======== Task input
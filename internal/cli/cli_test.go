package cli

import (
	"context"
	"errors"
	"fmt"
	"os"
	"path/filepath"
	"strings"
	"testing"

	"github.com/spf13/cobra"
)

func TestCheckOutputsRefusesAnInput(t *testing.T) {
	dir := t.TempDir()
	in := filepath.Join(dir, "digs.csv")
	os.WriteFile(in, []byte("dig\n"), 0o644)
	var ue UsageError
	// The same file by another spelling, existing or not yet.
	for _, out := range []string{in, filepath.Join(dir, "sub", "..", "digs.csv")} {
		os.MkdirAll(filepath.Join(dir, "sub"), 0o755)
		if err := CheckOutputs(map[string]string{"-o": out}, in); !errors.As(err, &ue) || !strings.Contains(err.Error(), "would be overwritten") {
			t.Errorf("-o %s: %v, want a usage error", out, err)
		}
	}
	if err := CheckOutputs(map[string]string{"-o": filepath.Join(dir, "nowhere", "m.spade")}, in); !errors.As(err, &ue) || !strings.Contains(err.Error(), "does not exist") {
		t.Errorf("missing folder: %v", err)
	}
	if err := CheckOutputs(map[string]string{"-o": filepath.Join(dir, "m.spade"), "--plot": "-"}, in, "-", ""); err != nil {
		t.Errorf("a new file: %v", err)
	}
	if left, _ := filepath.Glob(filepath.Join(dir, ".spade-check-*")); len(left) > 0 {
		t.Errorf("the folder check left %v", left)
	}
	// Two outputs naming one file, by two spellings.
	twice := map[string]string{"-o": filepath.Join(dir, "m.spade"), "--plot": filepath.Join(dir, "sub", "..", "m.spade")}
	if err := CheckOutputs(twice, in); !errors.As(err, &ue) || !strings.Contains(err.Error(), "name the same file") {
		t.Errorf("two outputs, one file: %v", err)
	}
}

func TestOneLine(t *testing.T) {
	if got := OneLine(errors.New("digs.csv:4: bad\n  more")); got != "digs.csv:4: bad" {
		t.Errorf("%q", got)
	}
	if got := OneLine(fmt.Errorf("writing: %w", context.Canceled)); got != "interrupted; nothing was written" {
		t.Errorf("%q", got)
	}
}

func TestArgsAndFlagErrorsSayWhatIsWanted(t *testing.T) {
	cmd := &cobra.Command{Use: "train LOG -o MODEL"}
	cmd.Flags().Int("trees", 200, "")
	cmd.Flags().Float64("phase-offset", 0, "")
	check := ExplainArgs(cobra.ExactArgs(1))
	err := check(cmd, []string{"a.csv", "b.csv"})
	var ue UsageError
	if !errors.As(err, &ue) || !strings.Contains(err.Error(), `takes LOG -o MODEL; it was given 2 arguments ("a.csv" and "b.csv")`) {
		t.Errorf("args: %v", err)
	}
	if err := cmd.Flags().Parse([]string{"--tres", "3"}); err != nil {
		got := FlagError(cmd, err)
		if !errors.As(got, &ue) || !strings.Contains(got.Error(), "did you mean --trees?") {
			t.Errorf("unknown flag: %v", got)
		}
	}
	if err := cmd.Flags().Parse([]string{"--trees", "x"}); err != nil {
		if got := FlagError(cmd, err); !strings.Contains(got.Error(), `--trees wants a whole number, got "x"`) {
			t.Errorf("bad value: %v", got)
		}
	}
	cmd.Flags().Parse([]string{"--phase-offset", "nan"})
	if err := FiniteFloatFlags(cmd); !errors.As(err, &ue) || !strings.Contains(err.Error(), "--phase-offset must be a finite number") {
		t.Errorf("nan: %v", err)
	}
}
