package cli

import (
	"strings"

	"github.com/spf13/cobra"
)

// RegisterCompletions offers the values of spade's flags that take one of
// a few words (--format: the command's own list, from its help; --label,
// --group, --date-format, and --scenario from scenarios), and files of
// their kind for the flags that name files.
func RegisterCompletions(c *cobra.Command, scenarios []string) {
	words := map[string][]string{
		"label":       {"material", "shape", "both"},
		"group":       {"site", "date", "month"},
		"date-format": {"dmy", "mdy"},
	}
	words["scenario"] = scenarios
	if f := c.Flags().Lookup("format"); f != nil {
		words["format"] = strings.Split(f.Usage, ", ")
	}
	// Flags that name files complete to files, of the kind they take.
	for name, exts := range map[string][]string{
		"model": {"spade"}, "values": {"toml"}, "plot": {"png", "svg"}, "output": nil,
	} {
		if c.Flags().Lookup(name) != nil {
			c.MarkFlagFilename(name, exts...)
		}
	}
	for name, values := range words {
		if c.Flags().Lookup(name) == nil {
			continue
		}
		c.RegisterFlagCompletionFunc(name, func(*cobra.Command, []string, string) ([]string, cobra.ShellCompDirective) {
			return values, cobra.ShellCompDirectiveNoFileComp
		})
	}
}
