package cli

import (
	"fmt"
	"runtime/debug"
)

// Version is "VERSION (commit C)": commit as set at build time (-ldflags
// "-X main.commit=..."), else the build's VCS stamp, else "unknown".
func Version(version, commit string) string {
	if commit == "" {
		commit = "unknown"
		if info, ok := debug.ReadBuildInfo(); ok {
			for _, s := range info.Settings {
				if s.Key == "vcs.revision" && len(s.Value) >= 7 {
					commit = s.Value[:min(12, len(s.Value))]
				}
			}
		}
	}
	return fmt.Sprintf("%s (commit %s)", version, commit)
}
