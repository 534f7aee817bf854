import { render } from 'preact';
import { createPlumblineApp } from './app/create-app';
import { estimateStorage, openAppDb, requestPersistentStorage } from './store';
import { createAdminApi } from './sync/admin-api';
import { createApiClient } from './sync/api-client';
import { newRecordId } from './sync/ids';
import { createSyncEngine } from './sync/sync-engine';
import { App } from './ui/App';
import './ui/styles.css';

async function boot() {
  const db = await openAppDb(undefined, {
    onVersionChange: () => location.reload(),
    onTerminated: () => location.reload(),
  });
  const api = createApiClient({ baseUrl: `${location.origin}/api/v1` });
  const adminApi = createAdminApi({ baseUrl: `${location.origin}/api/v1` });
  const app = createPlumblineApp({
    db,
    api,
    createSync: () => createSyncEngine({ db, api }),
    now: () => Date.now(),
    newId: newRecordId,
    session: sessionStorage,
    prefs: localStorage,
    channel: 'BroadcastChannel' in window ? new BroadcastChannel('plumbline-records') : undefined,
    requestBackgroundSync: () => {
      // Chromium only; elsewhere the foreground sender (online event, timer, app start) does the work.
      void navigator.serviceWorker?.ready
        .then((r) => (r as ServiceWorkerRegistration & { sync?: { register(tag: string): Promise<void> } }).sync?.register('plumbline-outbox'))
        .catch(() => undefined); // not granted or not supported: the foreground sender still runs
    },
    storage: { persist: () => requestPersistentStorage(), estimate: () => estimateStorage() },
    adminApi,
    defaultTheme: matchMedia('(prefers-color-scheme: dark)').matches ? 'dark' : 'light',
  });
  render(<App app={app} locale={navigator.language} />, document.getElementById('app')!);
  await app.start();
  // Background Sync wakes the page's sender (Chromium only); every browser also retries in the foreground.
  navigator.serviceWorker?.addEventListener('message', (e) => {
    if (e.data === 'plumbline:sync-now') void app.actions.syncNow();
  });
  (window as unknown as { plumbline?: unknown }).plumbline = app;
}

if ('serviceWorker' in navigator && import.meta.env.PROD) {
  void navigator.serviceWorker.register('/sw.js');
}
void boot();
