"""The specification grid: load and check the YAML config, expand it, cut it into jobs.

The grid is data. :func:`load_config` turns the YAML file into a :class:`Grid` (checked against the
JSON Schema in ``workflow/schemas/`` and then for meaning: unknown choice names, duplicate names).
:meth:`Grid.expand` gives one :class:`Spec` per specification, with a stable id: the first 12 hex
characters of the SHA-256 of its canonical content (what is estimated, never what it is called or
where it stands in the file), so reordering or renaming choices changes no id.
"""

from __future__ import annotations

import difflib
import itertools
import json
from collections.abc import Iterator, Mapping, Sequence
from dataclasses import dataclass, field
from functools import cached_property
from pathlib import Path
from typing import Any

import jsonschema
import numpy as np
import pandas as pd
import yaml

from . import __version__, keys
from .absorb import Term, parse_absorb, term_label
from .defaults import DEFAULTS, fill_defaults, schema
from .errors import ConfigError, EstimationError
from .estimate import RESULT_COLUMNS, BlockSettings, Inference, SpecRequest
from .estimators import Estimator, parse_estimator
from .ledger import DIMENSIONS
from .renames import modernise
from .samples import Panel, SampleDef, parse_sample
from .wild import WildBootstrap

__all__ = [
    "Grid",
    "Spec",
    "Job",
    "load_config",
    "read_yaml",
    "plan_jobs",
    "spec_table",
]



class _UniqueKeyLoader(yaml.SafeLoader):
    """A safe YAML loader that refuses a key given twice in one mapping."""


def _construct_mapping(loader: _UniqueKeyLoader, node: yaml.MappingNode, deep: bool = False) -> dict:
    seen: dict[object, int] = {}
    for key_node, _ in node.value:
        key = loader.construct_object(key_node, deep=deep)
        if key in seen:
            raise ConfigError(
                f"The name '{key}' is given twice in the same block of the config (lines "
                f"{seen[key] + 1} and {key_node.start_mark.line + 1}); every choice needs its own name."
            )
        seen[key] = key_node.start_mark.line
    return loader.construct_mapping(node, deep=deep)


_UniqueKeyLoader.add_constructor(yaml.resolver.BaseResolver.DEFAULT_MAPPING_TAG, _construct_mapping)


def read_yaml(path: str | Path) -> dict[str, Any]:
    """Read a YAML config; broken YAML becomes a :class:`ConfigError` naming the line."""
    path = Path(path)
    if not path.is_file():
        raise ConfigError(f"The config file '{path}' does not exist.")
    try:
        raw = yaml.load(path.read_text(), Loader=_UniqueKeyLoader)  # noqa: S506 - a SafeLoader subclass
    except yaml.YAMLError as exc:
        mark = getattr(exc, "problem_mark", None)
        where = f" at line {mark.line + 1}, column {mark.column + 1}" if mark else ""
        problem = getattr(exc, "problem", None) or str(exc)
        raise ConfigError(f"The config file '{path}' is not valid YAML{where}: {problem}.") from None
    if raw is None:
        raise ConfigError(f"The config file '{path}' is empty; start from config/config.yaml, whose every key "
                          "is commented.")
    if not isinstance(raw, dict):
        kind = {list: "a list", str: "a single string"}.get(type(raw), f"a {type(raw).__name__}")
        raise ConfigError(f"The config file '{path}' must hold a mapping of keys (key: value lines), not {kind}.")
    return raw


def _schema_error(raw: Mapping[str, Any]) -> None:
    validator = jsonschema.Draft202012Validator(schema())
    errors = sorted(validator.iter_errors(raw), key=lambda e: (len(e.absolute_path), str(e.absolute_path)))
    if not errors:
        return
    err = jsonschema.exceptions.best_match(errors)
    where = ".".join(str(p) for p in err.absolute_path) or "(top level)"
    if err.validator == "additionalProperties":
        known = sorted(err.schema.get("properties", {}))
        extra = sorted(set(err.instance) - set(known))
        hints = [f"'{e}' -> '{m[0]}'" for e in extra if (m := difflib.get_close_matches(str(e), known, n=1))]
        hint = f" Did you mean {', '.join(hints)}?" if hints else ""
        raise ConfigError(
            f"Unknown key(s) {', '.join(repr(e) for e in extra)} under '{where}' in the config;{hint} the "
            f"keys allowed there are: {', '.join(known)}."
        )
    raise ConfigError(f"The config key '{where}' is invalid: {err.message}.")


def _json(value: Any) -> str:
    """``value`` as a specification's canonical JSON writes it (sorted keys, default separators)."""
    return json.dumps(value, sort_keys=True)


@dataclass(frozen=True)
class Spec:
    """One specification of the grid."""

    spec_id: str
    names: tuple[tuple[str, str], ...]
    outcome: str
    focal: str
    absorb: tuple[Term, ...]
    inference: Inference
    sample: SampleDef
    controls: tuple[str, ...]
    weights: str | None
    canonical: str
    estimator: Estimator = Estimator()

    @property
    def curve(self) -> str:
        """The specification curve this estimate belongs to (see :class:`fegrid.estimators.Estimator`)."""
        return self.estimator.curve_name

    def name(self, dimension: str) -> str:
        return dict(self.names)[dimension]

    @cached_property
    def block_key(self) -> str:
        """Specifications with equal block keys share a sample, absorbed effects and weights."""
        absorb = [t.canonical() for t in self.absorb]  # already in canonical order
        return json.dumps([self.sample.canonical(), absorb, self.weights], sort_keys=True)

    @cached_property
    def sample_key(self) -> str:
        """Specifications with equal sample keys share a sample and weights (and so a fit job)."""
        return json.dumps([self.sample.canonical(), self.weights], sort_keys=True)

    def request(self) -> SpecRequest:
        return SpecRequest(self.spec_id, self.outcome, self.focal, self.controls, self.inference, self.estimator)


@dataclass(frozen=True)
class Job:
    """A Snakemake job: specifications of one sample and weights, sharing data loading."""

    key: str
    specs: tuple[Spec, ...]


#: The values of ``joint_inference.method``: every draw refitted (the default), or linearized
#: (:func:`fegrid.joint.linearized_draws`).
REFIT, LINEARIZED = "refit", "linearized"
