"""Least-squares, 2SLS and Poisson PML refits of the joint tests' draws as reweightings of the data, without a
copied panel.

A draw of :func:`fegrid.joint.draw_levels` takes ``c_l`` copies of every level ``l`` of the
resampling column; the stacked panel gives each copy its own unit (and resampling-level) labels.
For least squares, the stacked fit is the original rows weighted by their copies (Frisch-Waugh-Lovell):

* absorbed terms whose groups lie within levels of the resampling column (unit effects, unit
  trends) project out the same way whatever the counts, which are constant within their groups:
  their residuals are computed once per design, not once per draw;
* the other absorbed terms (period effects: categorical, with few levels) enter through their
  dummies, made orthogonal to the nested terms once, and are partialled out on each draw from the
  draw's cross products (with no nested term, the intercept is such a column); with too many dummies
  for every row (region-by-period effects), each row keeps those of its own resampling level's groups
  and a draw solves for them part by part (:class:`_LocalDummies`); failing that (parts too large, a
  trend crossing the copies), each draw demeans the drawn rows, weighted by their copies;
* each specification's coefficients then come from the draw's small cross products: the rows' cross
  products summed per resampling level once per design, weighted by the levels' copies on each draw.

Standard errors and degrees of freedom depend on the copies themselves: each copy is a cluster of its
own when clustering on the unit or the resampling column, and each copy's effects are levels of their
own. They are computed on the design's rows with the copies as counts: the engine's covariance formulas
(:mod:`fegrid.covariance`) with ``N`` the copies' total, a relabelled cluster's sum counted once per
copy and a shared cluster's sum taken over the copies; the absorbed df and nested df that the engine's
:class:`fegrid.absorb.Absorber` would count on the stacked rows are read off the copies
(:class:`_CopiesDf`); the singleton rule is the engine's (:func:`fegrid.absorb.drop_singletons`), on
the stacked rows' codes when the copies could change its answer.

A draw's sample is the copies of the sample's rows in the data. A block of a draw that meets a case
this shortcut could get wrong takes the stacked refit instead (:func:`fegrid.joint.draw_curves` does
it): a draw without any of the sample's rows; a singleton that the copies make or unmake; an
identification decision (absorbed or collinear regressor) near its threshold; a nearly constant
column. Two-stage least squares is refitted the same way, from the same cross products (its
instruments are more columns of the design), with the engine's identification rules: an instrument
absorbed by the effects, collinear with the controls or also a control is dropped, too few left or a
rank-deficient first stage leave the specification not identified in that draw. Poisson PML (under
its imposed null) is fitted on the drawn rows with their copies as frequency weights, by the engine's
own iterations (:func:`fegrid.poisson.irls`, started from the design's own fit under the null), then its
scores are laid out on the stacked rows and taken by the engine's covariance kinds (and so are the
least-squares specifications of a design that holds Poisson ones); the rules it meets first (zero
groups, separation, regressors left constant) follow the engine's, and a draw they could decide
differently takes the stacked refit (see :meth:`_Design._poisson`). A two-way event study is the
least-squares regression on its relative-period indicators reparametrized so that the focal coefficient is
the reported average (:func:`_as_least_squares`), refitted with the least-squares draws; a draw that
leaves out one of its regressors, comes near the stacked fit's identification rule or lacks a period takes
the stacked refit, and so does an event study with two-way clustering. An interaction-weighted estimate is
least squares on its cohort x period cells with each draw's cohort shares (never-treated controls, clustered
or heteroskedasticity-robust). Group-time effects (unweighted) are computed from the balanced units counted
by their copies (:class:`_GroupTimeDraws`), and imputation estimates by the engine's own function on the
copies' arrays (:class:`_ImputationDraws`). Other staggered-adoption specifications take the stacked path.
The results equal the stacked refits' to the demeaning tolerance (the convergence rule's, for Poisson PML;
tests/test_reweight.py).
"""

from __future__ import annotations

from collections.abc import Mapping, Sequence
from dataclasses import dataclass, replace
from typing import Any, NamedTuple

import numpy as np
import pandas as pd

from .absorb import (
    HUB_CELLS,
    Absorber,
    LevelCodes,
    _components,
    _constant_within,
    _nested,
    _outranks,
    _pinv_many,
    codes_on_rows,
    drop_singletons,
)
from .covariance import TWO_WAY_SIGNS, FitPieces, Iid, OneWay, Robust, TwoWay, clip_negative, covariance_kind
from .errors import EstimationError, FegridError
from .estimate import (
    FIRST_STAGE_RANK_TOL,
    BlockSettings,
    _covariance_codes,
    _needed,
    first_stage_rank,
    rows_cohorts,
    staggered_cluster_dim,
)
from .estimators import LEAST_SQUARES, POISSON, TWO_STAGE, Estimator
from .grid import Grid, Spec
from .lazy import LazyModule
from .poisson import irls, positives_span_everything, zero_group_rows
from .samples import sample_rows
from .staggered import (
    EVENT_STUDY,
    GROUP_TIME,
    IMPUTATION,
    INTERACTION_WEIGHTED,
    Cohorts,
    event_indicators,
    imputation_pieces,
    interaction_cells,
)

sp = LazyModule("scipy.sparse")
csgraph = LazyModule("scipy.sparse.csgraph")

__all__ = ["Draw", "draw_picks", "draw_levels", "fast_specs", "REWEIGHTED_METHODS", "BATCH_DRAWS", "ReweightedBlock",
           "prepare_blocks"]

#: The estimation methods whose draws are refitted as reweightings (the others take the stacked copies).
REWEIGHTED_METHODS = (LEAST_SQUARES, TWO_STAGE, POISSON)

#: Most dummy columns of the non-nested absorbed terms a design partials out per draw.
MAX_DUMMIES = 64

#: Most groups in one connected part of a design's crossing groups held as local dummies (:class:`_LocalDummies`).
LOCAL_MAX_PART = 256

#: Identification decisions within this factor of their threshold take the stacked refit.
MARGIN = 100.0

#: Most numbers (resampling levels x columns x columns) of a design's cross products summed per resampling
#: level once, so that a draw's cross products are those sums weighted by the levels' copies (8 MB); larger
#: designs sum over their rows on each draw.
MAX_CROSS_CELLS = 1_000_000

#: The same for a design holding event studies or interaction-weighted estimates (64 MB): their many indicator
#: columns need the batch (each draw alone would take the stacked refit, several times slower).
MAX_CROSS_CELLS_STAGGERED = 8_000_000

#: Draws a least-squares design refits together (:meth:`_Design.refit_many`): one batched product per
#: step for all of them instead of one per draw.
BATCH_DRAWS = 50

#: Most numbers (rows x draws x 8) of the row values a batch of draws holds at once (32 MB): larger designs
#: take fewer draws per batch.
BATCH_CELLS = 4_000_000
================
## What the task asks
Lines with "copy": return each one from the data above.

## Solution
resampling column; the stacked panel gives each copy its own unit (and resampling-level) labels.
Standard errors and degrees of freedom depend on the copies themselves: each copy is a cluster of its
own when clustering on the unit or the resampling column, and each copy's effects are levels of their
copy and a shared cluster's sum taken over the copies; the absorbed df and nested df that the engine's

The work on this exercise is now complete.